And that, in a nutshell, is the challenge marketers face with engaging Millennials and Gen Z. They are not here for email. They are busy. And, by the way, in 2019 the oldest Gen Zers are recent college grads and include aspiring new teachers. So, you need to start reaching them, but where do you go?

Start with Instagram.

The photo-sharing app may be just 10 years old, but it has grown exponentially since being bought by Facebook in 2012. With one billion active users, it is second only to Facebook in influence. Beautiful photography and fun editing apps help savvy individuals and brands create identities, evoke lifestyles, and become influencers. It is the visual, picture-book quality of the channel that makes it irresistible to people who were seemingly born knowing how to selfie and scroll. The ability to directly interact with influencers and brands adds to the appeal.

Instagram, like Twitter, relies on #hashtags to help users find content, and each other. (Did you know there are over 10 million posts about #bacon?) Using just one hashtag on a post increases engagement by 12.6%. In general, the collective thinking is the more hashtags the better. However, there are limits–specifically 30 hashtags per post–and brands in particular should hashtag mindfully.

Speaking of brands, they are there and they’re doing really inspired work. An advantage to marketing on Instagram is that the channel isn’t over-saturated yet, especially among education-centric brands. That’s good news because there’s still an opportunity to become an influencer. The visual nature of Instagram is also an excellent fit for education marketers since education products, not to mention the end-users (students and teachers), are extremely photogenic. Also great for Instagram: educators are a naturally collaborative bunch, so the opportunity for highly engaging user-generated content (UGC) is high.

As you think about how to integrate this channel into your own marketing plan, consider what others are doing. Here are some examples of how very well-known brands are using Instagram to reach a new market, create authenticity, refresh their image, and connect with their community.

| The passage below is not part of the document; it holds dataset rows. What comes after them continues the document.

// onSegment reports whether q, known to be on the line p-r, lies within its box.
func onSegment(p, q, r Vec) bool {
	return q.X <= math.Max(p.X, r.X) && q.X >= math.Min(p.X, r.X) &&
		q.Y <= math.Max(p.Y, r.Y) && q.Y >= math.Min(p.Y, r.Y)
}

func sign(v float64) int {
	switch {
	case v > 0:
		return 1
	case v < 0:
		return -1
	}
	return 0
}

// leftmostNode returns the ring's point with the smallest X (then smallest Y).
func leftmostNode(start *ringNode) *ringNode {
	best := start
	for p := start.next; p != start; p = p.next {
		if p.p.X < best.p.X || p.p.X == best.p.X && p.p.Y < best.p.Y {
			best = p
		}
	}
	return best
}

// bridgeHole joins the hole whose leftmost point is h to the ring at outer, and returns the
// ring to go on with.
func (t *earCutter) bridgeHole(h *ringNode, outer *ringNode, idx *bandIndex) *ringNode {
	m := findBridge(h, idx)
	if m == nil {
		t.leftover = true
		return outer
	}
	t.bridged++
	for p := h; ; {
		idx.add(p, p.p.Y, p.next.p.Y)
		if p = p.next; p == h {
			break
		}
	}
	b2 := splitRing(m, h)
	a2 := b2.next
	idx.add(a2, a2.p.Y, a2.next.p.Y)
	idx.add(m, m.p.Y, h.p.Y)
	idx.add(b2, h.p.Y, m.p.Y)
	return m
}

// findBridge returns a ring point that hole point h can see to its left: the nearer end of the
// first edge a ray from h to −X meets, or a reflex point in the triangle between h, the ray's
// hit and that end, with the smallest angle to the ray.
func findBridge(h *ringNode, idx *bandIndex) *ringNode {
	hx, hy := h.p.X, h.p.Y
	qx := math.Inf(-1)
	var m *ringNode
	idx.each(hy, hy, func(p *ringNode) bool {
		q := p.next
		// Edges running down have the interior on their right (+X side) in a ring whose
		// outer part runs counter-clockwise, so only they can be the first one hit.
		if hy <= p.p.Y && hy >= q.p.Y && q.p.Y != p.p.Y {
			x := p.p.X + (hy-p.p.Y)*(q.p.X-p.p.X)/(q.p.Y-p.p.Y)
			if x <= hx && x > qx {
				qx = x
				m = p
				if q.p.X < p.p.X {
					m = q
				}
				if x == hx {
					return false
				}
			}
		}
		return true
	})
	if m == nil || qx == hx {
		return m
	}
	return visibleFrom(h, m, qx, idx)
}

// visibleFrom refines findBridge's candidate m: any ring point inside the triangle h, (qx, hy),
// m would hide m, and the one nearest the ray in angle is seen instead.
func visibleFrom(h, m *ringNode, qx float64, idx *bandIndex) *ringNode {
	hx, hy := h.p.X, h.p.Y
	mp := m.p
	a, c := Vec{hx, hy}, Vec{qx, hy}
	if hy >= mp.Y {
		a, c = c, a
	}
	tanMin := math.Inf(1)
	idx.each(math.Min(hy, mp.Y), math.Max(hy, mp.Y), func(p *ringNode) bool {
		if hx >= p.p.X && p.p.X >= mp.X && hx != p.p.X && inTriangle(a, mp, c, p.p) {
			tan := math.Abs(hy-p.p.Y) / (hx - p.p.X)
			if locallyInside(p, h) && (tan < tanMin || tan == tanMin &&
				(p.p.X > m.p.X || p.p.X == m.p.X && sectorContainsSector(m, p))) {
				m, tanMin = p, tan
			}
		}
		return true
	})
	return m
}

// bandIndex finds the ring's points and edges near a height quickly while holes are bridged:
// the plane is cut into horizontal bands and each edge, named by its first point, is listed
// in every band it spans. Bridging only adds edges, and an edge whose end moved keeps its
// listing because the test always reads the current next point.
type bandIndex struct {
	minY, invH float64
	bands      [][]*ringNode
	visit      uint32 // counts calls of each, so each point is met once per call
}

// newBandIndex returns an index over the ring at outer, with about one band per eight points
// of all n points.
func newBandIndex(outer *ringNode, box Box, n int) *bandIndex {
	nb := max(1, n/8)
	h := box.Size().Y
	idx := &bandIndex{minY: box.Min.Y, bands: make([][]*ringNode, nb)}
	if h > 0 {
		idx.invH = float64(nb) / h
	}
	for p := outer; ; {
		idx.add(p, p.p.Y, p.next.p.Y)
		if p = p.next; p == outer {
			break
		}
	}
	return idx
}

// band returns the band holding height y.
func (x *bandIndex) band(y float64) int {
	return max(0, min(len(x.bands)-1, int((y-x.minY)*x.invH)))
}

// add lists p in the bands from height y0 to y1.
func (x *bandIndex) add(p *ringNode, y0, y1 float64) {
	for b := x.band(math.Min(y0, y1)); b <= x.band(math.Max(y0, y1)); b++ {
		x.bands[b] = append(x.bands[b], p)
	}
}

// each calls fn once for every point listed in the bands from y0 to y1, until fn returns false.
func (x *bandIndex) each(y0, y1 float64, fn func(*ringNode) bool) {
	x.visit++
	for b := x.band(y0); b <= x.band(y1); b++ {
		for _, p := range x.bands[b] {
			if p.visit == x.visit {
				continue
			}
			p.visit = x.visit
			if !fn(p) {
				return
			}
		}
	}
}

// sectorContainsSector reports whether the interior angle at p lies within that at m, for two
// ring points at the same place.
func sectorContainsSector(m, p *ringNode) bool {
	return orient(m.prev.p, m.p, p.prev.p) > 0 && orient(p.next.p, m.p, m.next.p) > 0
}

// indexZ gives every point of the ring at start its Z-order code and links them in that order.
func (t *earCutter) indexZ(start *ringNode) {
	if t.invSize == 0 {
		b := EmptyBox()
		for p := start; ; {
			b = b.AddPoint(p.p)
			if p = p.next; p == start {
				break
			}
		}
		size := math.Max(b.Size().X, b.Size().Y)
		if size == 0 {
			return
		}
		t.minX, t.minY, t.invSize = b.Min.X, b.Min.Y, zGrid/size
	}
	var nodes []*ringNode
	for p := start; ; {
		p.z = t.zCode(p.p)
		nodes = append(nodes, p)
		if p = p.next; p == start {
			break
		}
	}
	sort.Slice(nodes, func(i, j int) bool { return nodes[i].z < nodes[j].z })
	for k, n := range nodes {
		n.prevZ, n.nextZ = nil, nil
		if k > 0 {
			n.prevZ = nodes[k-1]
			nodes[k-1].nextZ = n
		}
	}
}

// zGrid is the number of cells per side of the Z-order grid: 15 bits per axis interleave into
// a 30-bit code, ample for a locality index.
const zGrid = 32767

// zCode returns the Z-order (Morton) code of p's grid cell: the bits of x and y interleaved.
func (t *earCutter) zCode(p Vec) uint32 {
	x := uint32(math.Max(0, math.Min(zGrid, (p.X-t.minX)*t.invSize)))
	y := uint32(math.Max(0, math.Min(zGrid, (p.Y-t.minY)*t.invSize)))
	return spreadBits(x) | spreadBits(y)<<1
}

// spreadBits puts a zero bit between each of the low 16 bits of v.
func spreadBits(v uint32) uint32 {
	v = (v | v<<8) & 0x00FF00FF
	v = (v | v<<4) & 0x0F0F0F0F
	v = (v | v<<2) & 0x33333333
	v = (v | v<<1) & 0x55555555
	return v
}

1. Reinvigorate your brand identity.

Tiffany and Company is an iconic brand name. But a younger audience (if they know the name at all) may equate the name more with lamps than fashionable jewelry. To counter any perception of being old or stodgy, Tiffany has reinvented itself on Instagram by adopting a modern look and feel. The signature Tiffany Blue factors into each post as a graphic trademark. Beautiful images of the products are interspersed with pop culture references and famous influencers wearing stunning Tiffany jewelry, the epitome of modern luxury.

2. Tell a story visually.

National Geographic is legendary for its magazine, magnificent photography, and arresting film. However, everyone may not be aware of the 130-year history of this venerable institution. Instagram is a natural for reaching a youthful new audience. The photos and videos are the stars. This photo of Valley of the Gods in Utah perfectly captures the name of the park in this stunning tableau of the landscape against the heavens.

3. Get creative.

Lego is a brand that’s all about the fun. Their Instagram reflects that with eye-catching posts and videos that are designed to enthrall. This video uses Legos in a unique way to create something completely new and unexpected. Followers react with joy. Lego is also checking the authenticity box with exceptional UGC like this.

4. Know your audience.

University of Wisconsin Madison understands that it is the student body that powers the college experience. UW-Madison’s Instagram reflects that by painting a college “slice of life” story that appeals directly to its target audience, prospective students and their parents.

5. Create a connection.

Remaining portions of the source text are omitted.